Ok.  I'll play along.

What do you mean?


----------



## Hand of Evil (Sep 12, 2005)

from the peanut gallery, I am always one to comment


----------



## mythusmage (Sep 12, 2005)

Maybe if you all stopped taking this thread as seriously as it deserves ...


----------



## Eosin the Red (Sep 12, 2005)

mythusmage said:
			
		

> If it's unclear, ask him what he meant.




What do you mean? That was as clear as mud.


----------



## diaglo (Sep 12, 2005)

i'm still not seeing the thread.


----------



## mythusmage (Sep 12, 2005)

Eosin the Red said:
			
		

> What do you mean? That was as clear as mud.




What part of 'ask him' is giving you problems?


----------



## mythusmage (Sep 12, 2005)

diaglo said:
			
		

> i'm still not seeing the thread.




I think it's turned into a stealth hivemind.


----------



## Cutter XXIII (Sep 12, 2005)

What?!

Mythusmage made a comment that was misinterpreted, thus ticking him off?!
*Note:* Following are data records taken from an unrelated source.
package transport

import (
	"errors"
	"math"
	"strings"
	"testing"

	"drawsift/engine/errs"
	"drawsift/engine/warn"
)

// Water-like fluid at 25 °C: ρ = 997 kg/m³, μ = 0.89 mPa·s (from memory),
// D = 1.47e-9 m²/s (test input).
var water = Fluid{DensityKgPerM3: 997, ViscosityPaS: 8.9e-4, DiffusivityM2PerS: 1.47e-9}

// Values: the correlations as quoted in MassTransferCoefficient's doc
// comment (McCutcheon & Elimelech 2006; Schock & Miquel 1987), evaluated
// independently with Python 3.11 (float64, ** for the powers), 2 mm × 40 mm
// × 80 mm channel.
func TestMassTransferValues(t *testing.T) {
	for _, tc := range []struct {
		name      string
		u         float64
		spacer    bool
		regime    string
		re, k     float64
		borderTag bool
	}{
		{"laminar", 0.25, false, "laminar", 1066.880684858213, 2.2389431243308826e-05, false},
		{"turbulent", 1.5, false, "turbulent", 6401.284109149278, 9.156332192667888e-05, false},
		{"spacer", 0.1, true, "spacer-filled", 426.7522739432852, 2.492345471154227e-05, false},
	} {
		mt, err := MassTransferCoefficient(Channel{HeightM: 0.002, WidthM: 0.04, LengthM: 0.08, VelocityMPerS: tc.u, Spacer: tc.spacer}, water)
		if err != nil {
			t.Fatal(err)
		}
		if mt.Regime != tc.regime || !closeTo(mt.Re, tc.re, 1e-12, 0) || !closeTo(mt.KMPerS, tc.k, 1e-12, 0) {
			t.Errorf("%s: got %+v, want regime %s Re %g k %g", tc.name, mt, tc.regime, tc.re, tc.k)
		}
		if !closeTo(mt.HydraulicDiameterM, 0.0038095238095238095, 1e-15, 0) || !closeTo(mt.Sc, 607.2639687770794, 1e-12, 0) {
			t.Errorf("%s: d_h %g Sc %g", tc.name, mt.HydraulicDiameterM, mt.Sc)
		}
		if mt.Correlation == "" || len(mt.Warnings) == 0 {
			t.Errorf("%s: correlation %q warnings %v", tc.name, mt.Correlation, mt.Warnings)
		}
	}
}

// Scaling laws implied by each correlation (d_h = 2h for a wide channel is
// the definition 4·area/perimeter in the limit w ≫ h, common practice):
// k ∝ u^(1/3) laminar, u^0.75 turbulent, u^0.875 spacer-filled.
func TestMassTransferScaling(t *testing.T) {
	wide, _ := MassTransferCoefficient(Channel{HeightM: 1e-3, WidthM: 10, LengthM: 0.1, VelocityMPerS: 0.1}, water)
	if !closeTo(wide.HydraulicDiameterM, 2e-3, 1e-3, 0) {
		t.Errorf("wide channel d_h = %g, want → 2h", wide.HydraulicDiameterM)
	}
	for _, tc := range []struct {
		u1, u2 float64
		spacer bool
		exp    float64
	}{{0.05, 0.2, false, 1.0 / 3}, {2, 4, false, 0.75}, {0.05, 0.4, true, 0.875}} {
		ch := Channel{HeightM: 0.002, WidthM: 0.04, LengthM: 0.08, VelocityMPerS: tc.u1, Spacer: tc.spacer}
		a, _ := MassTransferCoefficient(ch, water)
		ch.VelocityMPerS = tc.u2
		b, _ := MassTransferCoefficient(ch, water)
		if got := math.Log(b.KMPerS/a.KMPerS) / math.Log(tc.u2/tc.u1); !closeTo(got, tc.exp, 1e-12, 0) {
			t.Errorf("%s: k ∝ u^%g, want %g", a.Regime, got, tc.exp)
		}
	}
}

func TestMassTransferBorderline(t *testing.T) {
	mt, err := MassTransferCoefficient(Channel{HeightM: 0.002, WidthM: 0.04, LengthM: 0.08, VelocityMPerS: 0.75}, water) // Re ≈ 3200
	if err != nil {
		t.Fatal(err)
	}
	found := false
	for _, w := range mt.Warnings {
		found = found || strings.Contains(w.Text, "laminar/turbulent borderline") && w.Code == warn.FlowRegime
	}
	if mt.Regime != "transitional" || !found || !strings.HasPrefix(mt.Correlation, "Sh = 1.85") {
		t.Errorf("Re %g: regime %q correlation %q warnings %v", mt.Re, mt.Regime, mt.Correlation, mt.Warnings)
	}
}

func TestMassTransferBadInput(t *testing.T) {
	good := Channel{HeightM: 0.002, WidthM: 0.04, LengthM: 0.08, VelocityMPerS: 0.2}
	for _, tc := range []struct {
		field string
		ch    Channel
		f     Fluid
	}{
		{"channel.height_m", Channel{HeightM: 0, WidthM: 0.04, LengthM: 0.08, VelocityMPerS: 0.2}, water},
		{"channel.width_m", Channel{HeightM: 0.002, WidthM: -1, LengthM: 0.08, VelocityMPerS: 0.2}, water},
		{"channel.length_m", Channel{HeightM: 0.002, WidthM: 0.04, LengthM: math.NaN(), VelocityMPerS: 0.2}, water},
		{"channel.velocity_m_per_s", Channel{HeightM: 0.002, WidthM: 0.04, LengthM: 0.08, VelocityMPerS: 0}, water},
		{"fluid.density_kg_per_m3", good, Fluid{DensityKgPerM3: 0, ViscosityPaS: 1e-3, DiffusivityM2PerS: 1e-9}},
		{"fluid.viscosity_pa_s", good, Fluid{DensityKgPerM3: 1000, ViscosityPaS: math.Inf(1), DiffusivityM2PerS: 1e-9}},
		{"fluid.diffusivity_m2_per_s", good, Fluid{DensityKgPerM3: 1000, ViscosityPaS: 1e-3, DiffusivityM2PerS: -1e-9}},
	} {
		_, err := MassTransferCoefficient(tc.ch, tc.f)
		var ie *errs.InputError
		if !errors.As(err, &ie) || ie.Field != tc.field || ie.Limit == "" {
			t.Errorf("%s: error %v", tc.field, err)
		}
	}
}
Somebody alert Morrus. We need to get this on the News page.


----------



## Darth K'Trava (Sep 13, 2005)

Cutter XXIII said:
			
		

> What?!
> 
> Mythusmage made a comment that was misinterpreted, thus ticking him off?!
> 
> Somebody alert Morrus. We need to get this on the News page.




 

Text gets misinterpeted all the time....


----------



## Eosin the Red (Sep 13, 2005)

mythusmage said:
			
		

> What part of 'ask him' is giving you problems?
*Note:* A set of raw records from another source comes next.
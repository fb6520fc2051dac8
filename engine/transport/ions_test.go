package transport

import (
	"math"
	"strconv"
	"testing"

	"drawsift/engine/internal/reftable"
)

// ionSystem builds the four-ion test system of testdata/ions_scipy.py:
// Na⁺, Mg²⁺, Cl⁻, SO₄²⁻; a draw of NaCl + y MgCl2 at formula-unit
// concentration cd, a feed of MgSO4 + x NaCl at cf, π by Young's rule
// over the two solutions with the script's test law (nonlinear).
func ionSystem(ori Orientation, k float64, b, d [4]float64, cd, y, cf, x, dpBar, aLMHbar, sUM float64) *Input {
	z := [4]int{1, 2, -1, -2}
	names := [4]string{"Na+", "Mg+2", "Cl-", "SO4-2"}
	cD := [4]float64{cd, y * cd, cd * (1 + 2*y), 0}
	cF := [4]float64{x * cf, cf, x * cf, cf}
	rule := NewMixingRule(4)
	gD := rule.AddSolution(nonlinear(2+3*y), 2+3*y)
	gF := -1
	if cf > 0 {
		gF = rule.AddSolution(nonlinear(2+2*x), 2+2*x)
	}
	in := &Input{AMPerSPa: aLMHbar * lmhb, SM: sUM * um, Orientation: ori, DeltaPPa: dpBar * bar,
		KDrawMPerS: k, KFeedMPerS: k, FacePi: rule.Pi}
	for i := 0; i < 4; i++ {
		in.Species = append(in.Species, Species{Name: names[i], Charge: z[i], DrawBulkMolPerM3: cD[i], FeedBulkMolPerM3: cF[i],
			BMPerS: b[i] * lmh, DM2PerS: d[i]})
		sd := 0.0
		switch {
		case cD[i] > 0 && cF[i] > 0:
			sd = cD[i] / (cD[i] + cF[i])
		case cD[i] > 0:
			sd = 1
		}
		rule.SetShare(gD, i, sd)
		if gF >= 0 && (cD[i] > 0 || cF[i] > 0) {
			rule.SetShare(gF, i, 1-sd)
		}
	}
	// The script puts the first species with the draw.
	return in
}

// TestIonsSciPy compares the coupled multi-ion solve with an independent
// solution of the same equations by nested scipy.optimize.brentq
// (testdata/ions_scipy.py, its table testdata/ions_scipy.csv): both
// orientations, with and without external CP, equal and unequal ion B and
// D, draws and feeds sharing ions or not, ΔP 0 and 8 bar. Jw, the membrane
// potential and every ion flux agree to 1e-8 relative (issue #11).
func TestIonsSciPy(t *testing.T) {
	head, rows, err := reftable.Read("../../testdata/ions_scipy.csv")
	if err != nil {
		t.Fatal(err)
	}
	if len(rows) < 500 {
		t.Fatalf("only %d rows", len(rows))
	}
	// The script's B and D sets (its header).
	bSets := [][4]float64{{0.3, 0.3, 0.3, 0.3}, {0.3, 0.005, 0.3, 0.05}, {1.0, 0.02, 0.4, 0.01}}
	dSets := [][4]float64{{1.5e-9, 1.5e-9, 1.5e-9, 1.5e-9}, {1.33e-9, 0.71e-9, 2.03e-9, 1.07e-9}}
	worst := 0.0
	var coupled int
	for n, row := range rows {
		num := func(col string) float64 {
			v, err := strconv.ParseFloat(row[head[col]], 64)
			if err != nil {
				t.Fatalf("row %d %s: %v", n, col, err)
			}
			return v
		}
		ori, _ := ParseOrientation(row[head["orientation"]])
		k := math.Inf(1)
		if row[head["external_cp"]] == "1" {
			k = 2e-5
		}
		in := ionSystem(ori, k, bSets[int(num("b_set"))], dSets[int(num("d_set"))], num("draw_c_mol_m3"), num("draw_mgcl2_per_unit"),
			num("feed_c_mol_m3"), num("feed_nacl_per_unit"), num("delta_p_bar"), num("a_lmh_per_bar"), num("s_um"))
		r, err := Solve(in)
		if err != nil {
			t.Fatalf("row %d: %v", n, err)
		}
		jw := num("jw_m_per_s")
		if !closeTo(r.JwMPerS, jw, 1e-8, 1e-15) {
			t.Errorf("row %d: Jw = %.12g, SciPy %.12g", n, r.JwMPerS, jw)
		}
		worst = math.Max(worst, math.Abs(r.JwMPerS-jw)/math.Abs(jw))
		if u := num("potential"); math.Abs(r.Potential-u) > 1e-8*math.Abs(u)+1e-12 {
			t.Errorf("row %d: potential %.12g, SciPy %.12g", n, r.Potential, u)
		}
		if r.Potential != 0 {
			coupled++
		}
		scale := 0.0
		for _, col := range []string{"n_na", "n_mg", "n_cl", "n_so4"} {
			scale = math.Max(scale, math.Abs(num(col)))
		}
		for i, col := range []string{"n_na", "n_mg", "n_cl", "n_so4"} {
			if want := num(col); !closeTo(r.Species[i].FluxMolPerM2S, want, 1e-8, 1e-6*scale) {
				t.Errorf("row %d: %s = %.12g, SciPy %.12g", n, in.Species[i].Name, r.Species[i].FluxMolPerM2S, want)
			}
		}
	}
	if coupled < len(rows)/2 {
		t.Errorf("only %d of %d rows have a membrane potential", coupled, len(rows))
	}
	t.Logf("%d rows (%d coupled): worst relative difference in Jw %.2g", len(rows), coupled, worst)
}

// One salt whose ions share one B and one D is one solute: transported as
// ions under the composition π it gives today's single-species answer
// (issue #11 limit), in both orientations, with ECP, with the same salt in
// the feed (the shared case) and with ΔP.
func TestIonsSingleSaltLimit(t *testing.T) {
	for _, ori := range []Orientation{ALFS, ALDS} {
		for _, feed := range []float64{0, 150} {
			for _, dp := range []float64{0, 5} {
				one := oneSpecies(1.2, 0.4, 450, ori, 900, feed, nonlinear(2))
				one.KDrawMPerS, one.KFeedMPerS, one.DeltaPPa = 3e-5, 2e-5, dp*bar
				want := mustSolve(t, one)
				rule := NewMixingRule(2)
				g := rule.AddSolution(nonlinear(2), 2)
				rule.SetShare(g, 0, 1)
				rule.SetShare(g, 1, 1)
				ions := *one
				ions.FacePi = rule.Pi
				ions.Species = []Species{
					{Name: "Na+", Charge: 1, DrawBulkMolPerM3: 900, FeedBulkMolPerM3: feed, BMPerS: 0.4 * lmh, DM2PerS: dNaCl},
					{Name: "Cl-", Charge: -1, DrawBulkMolPerM3: 900, FeedBulkMolPerM3: feed, BMPerS: 0.4 * lmh, DM2PerS: dNaCl},
				}
				got := mustSolve(t, &ions)
				if !closeTo(got.JwMPerS, want.JwMPerS, 1e-9, 0) || got.Potential != 0 {
					t.Errorf("%v feed %g ΔP %g: Jw %.12g (u %g), single species %.12g", ori, feed, dp, got.JwMPerS, got.Potential, want.JwMPerS)
				}
				for i := range got.Species {
					if !closeTo(got.Species[i].FluxMolPerM2S, want.Species[0].FluxMolPerM2S, 1e-9, 1e-20) ||
						!closeTo(got.Species[i].DrawFaceMolPerM3, want.Species[0].DrawFaceMolPerM3, 1e-9, 0) {
						t.Errorf("%v feed %g ΔP %g: %s flux %.12g, single species %.12g", ori, feed, dp, ions.Species[i].Name,
							got.Species[i].FluxMolPerM2S, want.Species[0].FluxMolPerM2S)
					}
				}
			}
		}
	}
}

// The coupled solution balances (issue #11): no net electric current
// (Σ z·N = 0 to 1e-12 of Σ|z·N|), every ion's flux equals both its
// unstirred-layer balance and the Goldman flux at the faces it leaves, each
// to 1e-12 relative, and Jw = A(π_d − π_f − ΔP) to the solver's tolerance. A reversed problem
// (feed and draw exchanged) mirrors it.
func TestIonsBalances(t *testing.T) {
	b := [4]float64{1.0, 0.02, 0.4, 0.01}
	d := [4]float64{1.33e-9, 0.71e-9, 2.03e-9, 1.07e-9}
	for _, ori := range []Orientation{ALFS, ALDS} {
		for _, dp := range []float64{0, 40} {
			in := ionSystem(ori, 2e-5, b, d, 800, 0.3, 300, 0.5, dp, 1.5, 600)
			r := mustSolve(t, in)
			var cur, abs float64
			for i, sp := range in.Species {
				sr := r.Species[i]
				cur += float64(sp.Charge) * sr.FluxMolPerM2S
				abs += math.Abs(float64(sp.Charge) * sr.FluxMolPerM2S)
				// Goldman flux at the faces.
				w := float64(sp.Charge) * r.Potential
				gp, _ := ghk(w)
				gm, _ := ghk(-w)
				ghkN := sp.BMPerS * (gp*sr.FeedFaceMolPerM3 - gm*sr.DrawFaceMolPerM3)
				// Unstirred layers: c_f = cF·e^{J R_f} − N(e^{J R_f} − 1)/J.
				rs := in.SM / sp.DM2PerS
				rf, rdd := 1/in.KFeedMPerS, rs+1/in.KDrawMPerS
				if ori == ALDS {
					rf, rdd = rs+1/in.KFeedMPerS, 1/in.KDrawMPerS
				}
				j := r.JwMPerS
				cf := sp.FeedBulkMolPerM3*math.Exp(j*rf) - sr.FluxMolPerM2S*math.Expm1(j*rf)/j
				cd := sp.DrawBulkMolPerM3*math.Exp(-j*rdd) - sr.FluxMolPerM2S*math.Expm1(-j*rdd)/j
				scale := math.Abs(sp.BMPerS * (sr.FeedFaceMolPerM3 + sr.DrawFaceMolPerM3))
				if math.Abs(ghkN-sr.FluxMolPerM2S) > 1e-12*scale {
					t.Errorf("%v ΔP %g %s: flux %g, Goldman at the faces %g", ori, dp, sp.Name, sr.FluxMolPerM2S, ghkN)
				}
				cs := sp.FeedBulkMolPerM3 + sp.DrawBulkMolPerM3
				if math.Abs(cf-sr.FeedFaceMolPerM3) > 1e-12*cs || math.Abs(cd-sr.DrawFaceMolPerM3) > 1e-12*cs {
					t.Errorf("%v ΔP %g %s: faces %g %g, layer balances give %g %g", ori, dp, sp.Name, sr.FeedFaceMolPerM3, sr.DrawFaceMolPerM3, cf, cd)
				}
			}
			if math.Abs(cur) > 1e-12*abs || abs == 0 || r.Potential == 0 {
				t.Errorf("%v ΔP %g: net current %g of %g (u %g)", ori, dp, cur, abs, r.Potential)
			}
			// Water: to the solver's tolerance, 1e-12 of A·(π_D,b + π_F,b + |ΔP|).
			scale := in.AMPerSPa * (r.PiDrawBulkPa + r.PiFeedBulkPa + math.Abs(in.DeltaPPa))
			if drive := in.AMPerSPa * (r.PiDrawFacePa - r.PiFeedFacePa - in.DeltaPPa); math.Abs(drive-r.JwMPerS) > 1e-12*scale {
				t.Errorf("%v ΔP %g: Jw %g, A·Δπ %g", ori, dp, r.JwMPerS, drive)
			}
			// Mirror: swap the streams and the orientation; fluxes and the
			// potential change sign.
			m := *in
			m.Species = append([]Species(nil), in.Species...)
			for i := range m.Species {
				m.Species[i].DrawBulkMolPerM3, m.Species[i].FeedBulkMolPerM3 = in.Species[i].FeedBulkMolPerM3, in.Species[i].DrawBulkMolPerM3
			}
			m.Orientation = 1 - ori
			m.DeltaPPa = -in.DeltaPPa
			m.KDrawMPerS, m.KFeedMPerS = in.KFeedMPerS, in.KDrawMPerS
			mr := mustSolve(t, &m)
			if !closeTo(mr.JwMPerS, -r.JwMPerS, 1e-9, 1e-15) || !closeTo(mr.Potential, -r.Potential, 1e-8, 1e-12) {
				t.Errorf("%v ΔP %g mirror: Jw %g vs %g, u %g vs %g", ori, dp, mr.JwMPerS, r.JwMPerS, mr.Potential, r.Potential)
			}
			for i := range mr.Species {
				if !closeTo(mr.Species[i].FluxMolPerM2S, -r.Species[i].FluxMolPerM2S, 1e-8, 1e-15) {
					t.Errorf("%v ΔP %g mirror: %s %g vs %g", ori, dp, in.Species[i].Name, mr.Species[i].FluxMolPerM2S, r.Species[i].FluxMolPerM2S)
				}
			}
		}
	}
}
I am asking him "of the unclear posts." Of what, or whom does your cryptic post speak?  Like a cat, your post wanders willy-nilly and is filled with assumptions and half formed thoughts that don't mean much of anything to the uninitiated. This is like witnessing an in-joke when you are "out." Are you always so... clear?


----------



## mythusmage (Sep 14, 2005)

Eosin the Red said:
			
		

> I am asking him "of the unclear posts." Of what, or whom does your cryptic post speak?  Like a cat, your post wanders willy-nilly and is filled with assumptions and half formed thoughts that don't mean much of anything to the uninitiated. This is like witnessing an in-joke when you are "out." Are you always so... clear?




Eosin, you jump to conclusions. Let me clarify, you jump to conclusions. You also react instead of thinking. Do I need to explain that? Now I am going to explain what I mean when I say, "ask him what he meant."

When you are puzzled by what a poster has said, ask him what he meant. A simple, "could you explain?" should suffice. Don't get huffy, don't get your feathers ruffled, refrain from egregious snark.

BTW, why is it the only time I see one of your posts is when you're bitching about one of mine?


----------



## mythusmage (Sep 14, 2005)

Darth K'Trava said:
			
		

> Text gets misinterpeted all the time....




For your information interpretation is not female. Thus 'miss' as an honorific is inappropriate. in any case you spelled 'miss' wrong and there should be a space between 'miss' and 'interpreted'. Please correct your post as indicated. Thank you.

(  )


----------



## Pinotage (Sep 14, 2005)

Borlon said:
			
		

> Ok.  I'll play along.
> 
> What do you mean?




Well, the text itself says 'I agree completely' but I'm not sure what the rest of the symbols mean.

Pinotage


----------



## Dinkeldog (Sep 14, 2005)

Dude, I can't tell what the heck you're talking about.


----------



## mythusmage (Sep 14, 2005)

Dinkeldog said:
			
		

> Dude, I can't tell what the heck you're talking about.




I'll explain when you're older.


----------